(Collected data entries)
----
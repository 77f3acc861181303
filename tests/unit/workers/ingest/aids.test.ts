/** Barometer, heading and odometer: found, brought to SI and onto the recording's axis, stored, and given to the engine. */
import type { ChannelMap } from '@/shared/contracts/recordings';
import { RAD_PER_DEG } from '@/shared/units';
import { csvText, decodeLogs, IMU_HEADER, ready, testStore, type TestStore } from '../support';
import { decodedLogs, expectClose, expectSameImu, GNSS, IMU, PLAIN_GNSS, PLAIN_IMU, UNIX_S } from './twin';

jest.setTimeout(60_000);

let at: TestStore;
beforeAll(() => {
  at = testStore();
});
afterAll(() => at.remove());

const TIMES = Array.from({ length: 30 }, (_, k) => k / 10);
const heightM = (t: number) => 40 + 0.5 * t;
const headingDeg = (t: number) => 350 + 10 * t;
const speedMPerS = (t: number) => 0.8 + 0.1 * t;
/** Pressure at a height in the International Standard Atmosphere, hPa. */
const pressureHPa = (height: number) => 1013.25 * (1 - (0.0065 * height) / 288.15) ** 5.2558797;

const own = (header: string, values: (t: number) => number[]) => csvText(`time_s,${header}`, TIMES.map((t) => [t, ...values(t)])); // prettier-ignore
const decoded = (aids: string, channelMap?: ChannelMap) =>
  decodedLogs(at, { imu: PLAIN_IMU, gnss: PLAIN_GNSS, aids }, channelMap ? { channelMap } : {});

test.each([
  ['a height in m', own('height_m', (t) => [heightM(t)]), 1e-12],
  ['a pressure altitude in ft', own('pressure_altitude_ft', (t) => [heightM(t) / 0.3048]), 1e-12],
  ['a pressure in hPa', own('pressure_hpa', (t) => [pressureHPa(heightM(t))]), 1e-3],
  ['a pressure that names no unit', own('pressure', (t) => [pressureHPa(heightM(t)) * 100]), 1e-3],
])('barometer: %s', async (_, aids, toleranceM) => {
  const { aids: columns } = await decoded(aids);
  expectClose(columns!.barometer!.timeS, TIMES, 1e-12);
  expectClose(columns!.barometer!.heightM, TIMES.map(heightM), toleranceM);
  expect(columns!.barometer!.sigmaM).toBeNull();
}); // prettier-ignore

test('heading turns over north; a stated declination is added', async () => {
  const aids = own('mag_heading_deg', (t) => [headingDeg(t) - 3.5]);
  const channelMap: ChannelMap = {
    aids: { heading: { column: 'mag_heading_deg', unit: 'deg', offsetDeg: 3.5 } },
  };
  const { heading } = (await decoded(aids, channelMap)).aids!;
  expectClose(heading!.headingRad, TIMES.map((t) => (headingDeg(t) % 360) * RAD_PER_DEG), 1e-12);
}); // prettier-ignore

test('odometer: a speed, with its σ', async () => {
  const aids = own('wheel_speed_km_h,accuracy', (t) => [speedMPerS(t) * 3.6, 0.36]);
  const channelMap: ChannelMap = {
    aids: { odometer: { column: 'wheel_speed_km_h', unit: 'km/h', sigma: 'accuracy' } },
  };
  const { odometer } = (await decoded(aids, channelMap)).aids!;
  expectClose(odometer!.speedMPerS, TIMES.map(speedMPerS), 1e-12);
  expectClose(odometer!.sigmaMPerS!, TIMES.map(() => 0.1), 1e-12);
}); // prettier-ignore

test.each([
  ['m', 1, 1],
  ['count', 0.02, 50],
] as const)('odometer: distance in %s gives the mean speed in the middle between readings', async (unit, scale, perMetre) => {
  const distance = (t: number) => (0.8 * t + 0.05 * t * t) * perMetre;
  const aids = own('odo', (t) => [distance(t)]);
  const { odometer } = (await decoded(aids, { aids: { odometer: { column: 'odo', unit, scale } } })).aids!;
  const middles = TIMES.slice(1).map((t) => t - 0.05);
  expectClose(odometer!.timeS, middles, 1e-12);
  expectClose(odometer!.speedMPerS, middles.map(speedMPerS), 1e-9);
}); // prettier-ignore

test('readings held beside every IMU sample are thinned to what is new', async () => {
  const imu = csvText(`${IMU_HEADER},baro_height_m`, IMU.map((row) => [...row, heightM(Math.floor(row[0]! * 10 + 1e-9) / 10)])); // prettier-ignore
  const columns = await decodedLogs(at, { imu, gnss: PLAIN_GNSS });
  expectSameImu(columns);
  expectClose(columns.aids!.barometer!.timeS, TIMES, 1e-12);
  expectClose(columns.aids!.barometer!.heightM, TIMES.map(heightM), 1e-12);
});

test('sensors in their own file of another clock base, text among them', async () => {
  const iso = (t: number) => new Date(Math.round((UNIX_S + t) * 1000)).toISOString();
  const imu = csvText(IMU_HEADER.replace('time_s', 'utc'), IMU.map((row) => [iso(row[0]!), ...row.slice(1)])); // prettier-ignore
  const gnss = csvText('utc,lat,lon,height_m', GNSS.map((row) => [iso(row[0]!), ...row.slice(1, 4)])); // prettier-ignore
  const aids = csvText('unix_ms;altitude_m;heading_deg'.replaceAll(';', ','), TIMES.map((t, k) => [Math.round((UNIX_S + t) * 1000), heightM(t), k === 4 ? 'lost' : 90])); // prettier-ignore
  const columns = await decodedLogs(at, { imu, gnss, aids });
  expectClose(columns.aids!.barometer!.timeS, TIMES, 1e-6);
  expect(columns.aids!.heading!.headingRad.every((value) => Math.abs(value - Math.PI / 2) < 1e-12)).toBe(
    true,
  );
  expect(columns.aids!.heading!.timeS).not.toContain(0.4);
});

test('a recording without any has none; a later decoding without them leaves none behind', async () => {
  await decoded(own('height_m', (t) => [heightM(t)]));
  expect((await at.store.list('recordings/rec/aid-')).length).toBe(1);
  await at.store.removePrefix('recordings/rec/raw');
  const { aids } = await decodedLogs(at, { imu: PLAIN_IMU, gnss: PLAIN_GNSS });
  expect(aids).toBeNull();
  expect(await at.store.list('recordings/rec/aid-')).toEqual([]);
});

test('an empty column is told; a column or file that is not there asks for a mapping', async () => {
  const empty = own('height_m,odo', (t) => [heightM(t), NaN]);
  const logs = { imu: PLAIN_IMU, gnss: PLAIN_GNSS, aids: empty };
  const map = (column: string, file?: 'reference'): ChannelMap => ({ aids: { odometer: { column, unit: 'm', file } } }); // prettier-ignore
  const told = ready(await decodeLogs(at.store, logs, { channelMap: map('odo') }));
  expect(told.health.findings.map(({ code }) => code)).toContain('aid-empty');
  expect(await decodeLogs(at.store, logs, { channelMap: map('wheel') })).toMatchObject({
    outcome: 'needs-mapping',
    problems: [{ code: 'column-unknown', file: 'aids', column: 'wheel' }],
  });
  expect(await decodeLogs(at.store, logs, { channelMap: map('odo', 'reference') })).toMatchObject({
    outcome: 'needs-mapping',
    problems: [{ code: 'file-missing', file: 'reference' }],
  });
});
----
Activity: With the line that contains "PLAIN_GNSS, aids: empty" as the start, output every line through the end of the entries exactly. Add no other lines.

Solution for this task:
  const logs = { imu: PLAIN_IMU, gnss: PLAIN_GNSS, aids: empty };
  const map = (column: string, file?: 'reference'): ChannelMap => ({ aids: { odometer: { column, unit: 'm', file } } }); // prettier-ignore
  const told = ready(await decodeLogs(at.store, logs, { channelMap: map('odo') }));
  expect(told.health.findings.map(({ code }) => code)).toContain('aid-empty');
  expect(await decodeLogs(at.store, logs, { channelMap: map('wheel') })).toMatchObject({
    outcome: 'needs-mapping',
    problems: [{ code: 'column-unknown', file: 'aids', column: 'wheel' }],
  });
  expect(await decodeLogs(at.store, logs, { channelMap: map('odo', 'reference') })).toMatchObject({
    outcome: 'needs-mapping',
    problems: [{ code: 'file-missing', file: 'reference' }],
  });
});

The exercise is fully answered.